The Perturb framework is under development. We are currently finalising the paper, the draft copy of which will be on the arXiv as soon as it is submitted.
We will be open sourcing all the data and code alongside the official publication, so please check back, the repo will be linked below as soon as it is ready.
Perturb GitHub
Repository coming soon...
What is Perturb?
Perturb is an interpretability framework for understanding the predictions made by machine learning retrievals. It is capable of calculating specific critical datapoints that the retrieval relies on, visualising non-linearities and anomalous model response, and overall providing confidence in model performance. Model inference is faster than that of SHAP, with increased stability in high-correlation data environments, and provides significantly greater model transparency than linear model interpretation methods.
I don't have a machine learning retrieval model, why should I care about Perturb?
Perturb comes packaged with a pre-trained lightweight sample retrieval model, capable of retrieving molecular given observation data. This allows for fast (sub 1s) estimates of atmospheric abundances, with associated full posteriors, while traditional Bayesian retrievals tend to take orders of magnitude longer. The Perturb framework allows for further analysis of these to calculate specific critical datapoints that the retrieval is relying on, compare against expected feature locations and line lists, and assess the reliability of the model.
I want to use my JWST/HST/Ariel data, is this possible?
The sample retrieval model was trained using simulated samples from an idealised hypothetical instrument in order to demonstrate the performance of Perturb without introducing any instrument bias, so you will not be able to drop your data directly in. However, we will include scripts to allow you to retrain the model to suit your required instrument (which is not as scary as it sounds, we promise!) and you can be predicting on your dataset with about 20 minutes of HPC training. The best bit about this is you can keep and reuse your trained model for any further analysis of different objects, with potentially no further training required. In future, we hope to provide pretrained examples for the major observing modes.

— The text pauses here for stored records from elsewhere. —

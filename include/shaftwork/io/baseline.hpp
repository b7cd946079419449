// shaftwork/io/baseline.hpp — recorded results (`rate --format json`, `check --record`),
// matched to the cases of a check run by file and id.
//
// A baseline of 10,000 cases is some 15 MB of JSON; it is read in one pass (nlohmann's SAX
// interface) straight into what a check compares, a number per result key, without
// building the document: a tenth of the memory, and a few times faster.
#pragma once

#include <cstddef>
#include <string>
#include <string_view>
#include <unordered_map>
#include <utility>
#include <vector>

#include "shaftwork/io/result_keys.hpp"

namespace shaftwork::io {

// The name a case file goes by in results and baselines: the path with "." and ".."
// steps resolved and '/' separators ("./examples//a.json" is "examples/a.json"), so that
// a baseline recorded from a directory matches a run over the file and back.
std::string normal_file_name(const std::string& path);

// One recorded result, as much of it as a check compares.
struct RecordedResult {
  std::string file;  // normal_file_name of its "file" ("" when it has none)
  std::string id;
  std::string status;  // "ok" or "error"
  std::string error;   // of a failed case
  ResultNumbers numbers;  // by row of result_keys()
  // Numbers under dotted keys that are no result keys (a baseline of another version).
  std::vector<std::pair<std::string, double>> unknown;
};

class Baseline {
 public:
  // Reads a results document: {"results": [...]}, each result an object with a string "id"
  // and, from a file, a string "file"; numbers inside objects (not arrays) are taken by
  // their dotted keys. Throws bad_input "ORIGIN: not a results file: ..." naming what is
  // wrong, or "ORIGIN: not valid JSON: ..." with the line and column.
  Baseline(std::string_view text, const std::string& origin);

  // The recorded result of case `id` of `file` (a normal_file_name), or nullptr. Each
  // result is handed out once: cases with the same file and id take their results in the
  // recorded order.
  const RecordedResult* take(const std::string& file, const std::string& id);
  // The results no case took, in the recorded order.
  std::vector<const RecordedResult*> untaken() const;

 private:
  struct Matches {
    std::vector<std::size_t> at;  // indexes into results_, in order
    std::size_t next = 0;         // the first not yet taken
  };
  std::vector<RecordedResult> results_;
  std::unordered_map<std::string, Matches> index_;  // by file + '\n' + id
  std::vector<bool> taken_;
};

}  // namespace shaftwork::io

What is the point of retrieving simulated data?
Retrieving simulated data is a standard way to validate an observation is viable before submitting an observation proposal. Committing to full Bayesian retrievals just to assess target viability can be a significant barrier to entry when trying to turn around a last minute telescope proposal. Perturb can not only save time and resources, but also provide additional information such as identifying loadbearing wavelength regions in the observation, and helping to assess which instruments and observing modes are most critical to a possible detection. This can help inform observation strategies, and ultimately lead to more accurate and reliable results when it comes to analysing actual exoplanet observations.